What the exercise asks: Every entry needs to be repeated exactly, with nothing left out.

[Stored items from a collection]
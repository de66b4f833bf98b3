package geotiff

import (
	"math"
	"testing"
)

// TestTIFFFloatTilePredictor undoes the floating-point predictor as TIFF
// Technical Note 3 (Adobe 2005) describes the decoder: add each byte of a
// row to the previous one, then read sample j's bytes from planes 0..3 (most
// significant first). It checks the values come back and the cells outside
// the image hold no data (edge padding).
func TestTIFFFloatTilePredictor(t *testing.T) {
	const tile, nd = 16, float32(-9999)
	l := &tiffLevel{cols: 5, rows: 3, f32: []float32{
		1, 2, -0.5, 1e-30, 3.25,
		float32(math.NaN()), 0, -2, 7, 8,
		9, 10, 11, 12, float32(math.Inf(1)),
	}}
	buf := make([]byte, 4*tile*tile)
	tiffFillFloatTile(l, tile, 0, 0, nd, buf)
	for r := 0; r < tile; r++ {
		row := append([]byte(nil), buf[r*4*tile:(r+1)*4*tile]...)
		for i := 1; i < len(row); i++ {
			row[i] += row[i-1]
		}
		for j := 0; j < tile; j++ {
			b := uint32(row[j])<<24 | uint32(row[tile+j])<<16 | uint32(row[2*tile+j])<<8 | uint32(row[3*tile+j])
			got := math.Float32frombits(b)
			want := nd
			if r < l.rows && j < l.cols {
				if v := l.f32[r*l.cols+j]; v == v {
					want = v
				}
			}
			if got != want {
				t.Errorf("row %d col %d: decoded %v, want %v", r, j, got, want)
			}
		}
	}
}

// TestTIFFByteTilePredictor undoes horizontal differencing (TIFF 6.0
// section 14: each byte is the difference from its left neighbour) and
// checks the codes and the no-data padding of an edge tile.
func TestTIFFByteTilePredictor(t *testing.T) {
	const tile = 16
	l := &tiffLevel{cols: 20, rows: 18, u8: make([]uint8, 20*18)}
	for i := range l.u8 {
		l.u8[i] = uint8(i*7%11 + 1)
	}
	buf := make([]byte, tile*tile)
	for _, pred := range []bool{false, true} {
		tiffFillByteTile(l, tile, 1, 1, 0, pred, buf) // covers cols 16..19, rows 16..17
		for r := 0; r < tile; r++ {
			row := append([]byte(nil), buf[r*tile:(r+1)*tile]...)
			if pred {
				for i := 1; i < len(row); i++ {
					row[i] += row[i-1]
				}
			}
			for j, got := range row {
				want := uint8(0)
				if y, x := 16+r, 16+j; y < l.rows && x < l.cols {
					want = l.u8[y*l.cols+x]
				}
				if got != want {
					t.Errorf("predict %v row %d col %d: %d, want %d", pred, r, j, got, want)
				}
			}
		}
	}
}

Written answer:
repository de66b4f833bf98b3
package geotiff

import (
	"math"
	"testing"
)

// TestTIFFFloatTilePredictor undoes the floating-point predictor as TIFF
// Technical Note 3 (Adobe 2005) describes the decoder: add each byte of a
// row to the previous one, then read sample j's bytes from planes 0..3 (most
// significant first). It checks the values come back and the cells outside
// the image hold no data (edge padding).
func TestTIFFFloatTilePredictor(t *testing.T) {
	const tile, nd = 16, float32(-9999)
	l := &tiffLevel{cols: 5, rows: 3, f32: []float32{
		1, 2, -0.5, 1e-30, 3.25,
		float32(math.NaN()), 0, -2, 7, 8,
		9, 10, 11, 12, float32(math.Inf(1)),
	}}
	buf := make([]byte, 4*tile*tile)
	tiffFillFloatTile(l, tile, 0, 0, nd, buf)
	for r := 0; r < tile; r++ {
		row := append([]byte(nil), buf[r*4*tile:(r+1)*4*tile]...)
		for i := 1; i < len(row); i++ {
			row[i] += row[i-1]
		}
		for j := 0; j < tile; j++ {
			b := uint32(row[j])<<24 | uint32(row[tile+j])<<16 | uint32(row[2*tile+j])<<8 | uint32(row[3*tile+j])
			got := math.Float32frombits(b)
			want := nd
			if r < l.rows && j < l.cols {
				if v := l.f32[r*l.cols+j]; v == v {
					want = v
				}
			}
			if got != want {
				t.Errorf("row %d col %d: decoded %v, want %v", r, j, got, want)
			}
		}
	}
}

// TestTIFFByteTilePredictor undoes horizontal differencing (TIFF 6.0
// section 14: each byte is the difference from its left neighbour) and
// checks the codes and the no-data padding of an edge tile.
func TestTIFFByteTilePredictor(t *testing.T) {
	const tile = 16
	l := &tiffLevel{cols: 20, rows: 18, u8: make([]uint8, 20*18)}
	for i := range l.u8 {
		l.u8[i] = uint8(i*7%11 + 1)
	}
	buf := make([]byte, tile*tile)
	for _, pred := range []bool{false, true} {
		tiffFillByteTile(l, tile, 1, 1, 0, pred, buf) // covers cols 16..19, rows 16..17
		for r := 0; r < tile; r++ {
			row := append([]byte(nil), buf[r*tile:(r+1)*tile]...)
			if pred {
				for i := 1; i < len(row); i++ {
					row[i] += row[i-1]
				}
			}
			for j, got := range row {
				want := uint8(0)
				if y, x := 16+r, 16+j; y < l.rows && x < l.cols {
					want = l.u8[y*l.cols+x]
				}
				if got != want {
					t.Errorf("predict %v row %d col %d: %d, want %d", pred, r, j, got, want)
				}
			}
		}
	}
}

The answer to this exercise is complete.